Within the entries that follow, show each line where the word "filter" occurs.

[Saved data entries]
------------------------------------------------

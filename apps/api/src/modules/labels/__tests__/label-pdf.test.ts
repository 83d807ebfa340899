import { describe, expect, it } from 'vitest';
import { renderLabelPdf, type LabelItem } from '../label-pdf';
import { boundsOf, decodeCode128, decodeQr, readLabelPdf, type ParsedPage, type Rect } from './read-label-pdf';

const mm = 72 / 25.4;

// The sheet layouts written out by hand (see labelSheetLayouts for where the figures come from),
// so that a wrong constant in the code shows up here: cell top-left corner in mm from the top-left.
const expectedCells = {
  'a4-3x8': { page: [595.28, 841.89], perPage: 24, w: 70, h: 37, cell: (c: number, r: number) => [c * 70, 0.5 + r * 37] },
  'letter-3x10': { page: [612, 792], perPage: 30, w: 66.675, h: 25.4, cell: (c: number, r: number) => [4.7625 + c * (66.675 + 3.175), 12.7 + r * 25.4] },
  'roll-62x29': { page: [62 * mm, 29 * mm], perPage: 1, w: 62, h: 29, cell: () => [0, 0] },
} as const;
type Format = keyof typeof expectedCells;

const item = (i: number): LabelItem => ({ code: `HW-${String(1000 + i)}-B`, title: `Gearbox mainshaft bearing, reproduction, batch ${i}`, subtitle: `Bin A-${String(i % 12).padStart(2, '0')}` });

/** The cell of label `index` on its page, in PDF points (origin bottom-left). */
function cellRect(format: Format, pageHeight: number, index: number): Rect {
  const spec = expectedCells[format];
  const columns = format === 'a4-3x8' || format === 'letter-3x10' ? 3 : 1;
  const [x = NaN, top = NaN] = spec.cell(index % columns, Math.floor(index / columns));
  return { x: x * mm, y: pageHeight - (top + spec.h) * mm, width: spec.w * mm, height: spec.h * mm };
}

/** True when `inner` lies inside `outer` shrunk by `inset` points on every side. */
const inside = (inner: Rect, outer: Rect, inset: number) =>
  inner.x >= outer.x + inset - 1e-6 && inner.y >= outer.y + inset - 1e-6 && inner.x + inner.width <= outer.x + outer.width - inset + 1e-6 && inner.y + inner.height <= outer.y + outer.height - inset + 1e-6;

/** Groups a page's symbols and text runs by the cell they sit in. */
function labelsOn(page: ParsedPage, format: Format, count: number) {
  return Array.from({ length: count }, (_, i) => {
    const cell = cellRect(format, page.height, i);
    const within = (r: Rect) => inside(r, cell, 0);
    return {
      cell,
      code128: page.symbols.filter((s) => s.tag === 'TappetCode128' && within(boundsOf(s.rects))),
      qr: page.symbols.filter((s) => s.tag === 'TappetQR' && within(boundsOf(s.rects))),
      texts: page.texts.filter((t) => within({ x: t.x, y: t.y, width: t.width, height: t.size * 0.7 })),
    };
  });
}

describe('label sheets', () => {
  for (const [format, count, pages] of [
    ['a4-3x8', 26, 2],
    ['letter-3x10', 31, 2],
    ['roll-62x29', 3, 3],
  ] as const) {
    it(`${format}: page size, label cells, and every symbol decodes to its code`, async () => {
      const items = Array.from({ length: count }, (_, i) => item(i));
      const parsed = await readLabelPdf(await renderLabelPdf(items, format));
      const spec = expectedCells[format];
      expect(parsed).toHaveLength(pages);
      let n = 0;
      for (const page of parsed) {
        expect(page.width).toBeCloseTo(spec.page[0], 1);
        expect(page.height).toBeCloseTo(spec.page[1], 1);
        const onPage = Math.min(spec.perPage, count - n);
        // Exactly one Code 128 and one QR per label, nothing drawn outside the cells.
        expect(page.symbols).toHaveLength(2 * onPage);
        for (const label of labelsOn(page, format, onPage)) {
          const expected = items[n];
          n += 1;
          expect(label.code128, `label ${n}`).toHaveLength(1);
          expect(label.qr, `label ${n}`).toHaveLength(1);
          expect(decodeCode128(label.code128[0]!.rects)).toBe(expected!.code);
          expect(decodeQr(label.qr[0]!.rects)).toBe(expected!.code);
          // The number, description and bin are printed, inside the label's padding (1.5 mm).
          const words = label.texts.map((t) => t.text).join(' ');
          expect(words).toContain(expected!.code);
          expect(words).toContain('Gearbox');
          expect(words).toContain(expected!.subtitle);
          for (const t of label.texts) expect(inside({ x: t.x, y: t.y, width: t.width, height: t.size * 0.7 }, label.cell, 1.5 * mm), t.text).toBe(true);
          for (const s of [...label.code128, ...label.qr]) expect(inside(boundsOf(s.rects), label.cell, 1.5 * mm)).toBe(true);
        }
      }
      expect(n).toBe(count);
    });
  }

  it('cuts long descriptions and numbers to fit, with an ellipsis, never past the label', async () => {
    const long: LabelItem = {
      code: 'HW-1234567890-ABCDEFGHIJKLMNOPQRSTUVWXYZ',
      title: `${'Exhaust header clamp with stainless bolts and spring washers '.repeat(4)}Supercalifragilisticexpialidociousandevenlongerwordthatcannotwrap`,
      subtitle: 'Bins A-01, A-02, B-17, C-03, Back store shelf 14, Mezzanine rack 9',
    };
    for (const format of ['a4-3x8', 'letter-3x10', 'roll-62x29'] as const) {
      const pages = await readLabelPdf(await renderLabelPdf([long, { code: 'X', title: 'Supercalifragilisticexpialidociousandevenlongerwordthatcannotwrapatall', subtitle: '' }], format));
      // On a roll each label is a page of its own.
      const labels = format === 'roll-62x29' ? pages.flatMap((p) => labelsOn(p, format, 1)) : labelsOn(pages[0]!, format, 2);
      const page = { texts: pages.flatMap((p) => p.texts) };
      expect(labels).toHaveLength(2);
      // Every text run of the page belongs to some label and stays inside its padding.
      expect(labels.reduce((k, l) => k + l.texts.length, 0)).toBe(page.texts.length);
      for (const label of labels) {
        for (const t of label.texts) expect(t.x + t.width, `${format}: ${t.text}`).toBeLessThanOrEqual(label.cell.x + label.cell.width - 1.5 * mm);
      }
      const first = labels[0]!.texts.map((t) => t.text);
      // Number (cut), two lines of description (the second cut), the bins (cut).
      expect(first).toHaveLength(4);
      expect(first[0]).toMatch(/^HW-1234567890-.*…$/);
      expect(first[1]).toMatch(/^Exhaust header/);
      expect(first[2]).toMatch(/…$/);
      expect(first[3]).toMatch(/^Bins A-01, .*…$/);
      // A single word wider than the label is cut too.
      expect(labels[1]!.texts.map((t) => t.text).at(-1)).toMatch(/^Supercalifragilistic.*…$/);
      // The symbols still carry the whole number.
      expect(decodeQr(labels[0]!.qr[0]!.rects)).toBe(long.code);
    }
  });

  it('starts after the used positions of a partly used sheet', async () => {
    const [page] = await readLabelPdf(await renderLabelPdf([item(1), item(2)], 'a4-3x8', { skip: 5 }));
    const labels = labelsOn(page!, 'a4-3x8', 8);
    expect(labels.slice(0, 5).every((l) => l.qr.length === 0)).toBe(true);
    expect(decodeQr(labels[5]!.qr[0]!.rects)).toBe(item(1).code);
    expect(decodeQr(labels[6]!.qr[0]!.rects)).toBe(item(2).code);
  });

  it('prints characters the PDF fonts lack as "?" instead of failing', async () => {
    const [page] = await readLabelPdf(await renderLabelPdf([{ code: 'HW-7', title: 'Ölkühler → Ø 12 mm 日本', subtitle: '' }], 'roll-62x29'));
    expect(page!.texts.map((t) => t.text)).toContain('Ölkühler ? Ø 12 mm ??');
  });
});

------------------------------------------------

Solution for this task
      code128: page.symbols.filter((s) => s.tag === 'TappetCode128' && within(boundsOf(s.rects))),
      qr: page.symbols.filter((s) => s.tag === 'TappetQR' && within(boundsOf(s.rects))),
      texts: page.texts.filter((t) => within({ x: t.x, y: t.y, width: t.width, height: t.size * 0.7 })),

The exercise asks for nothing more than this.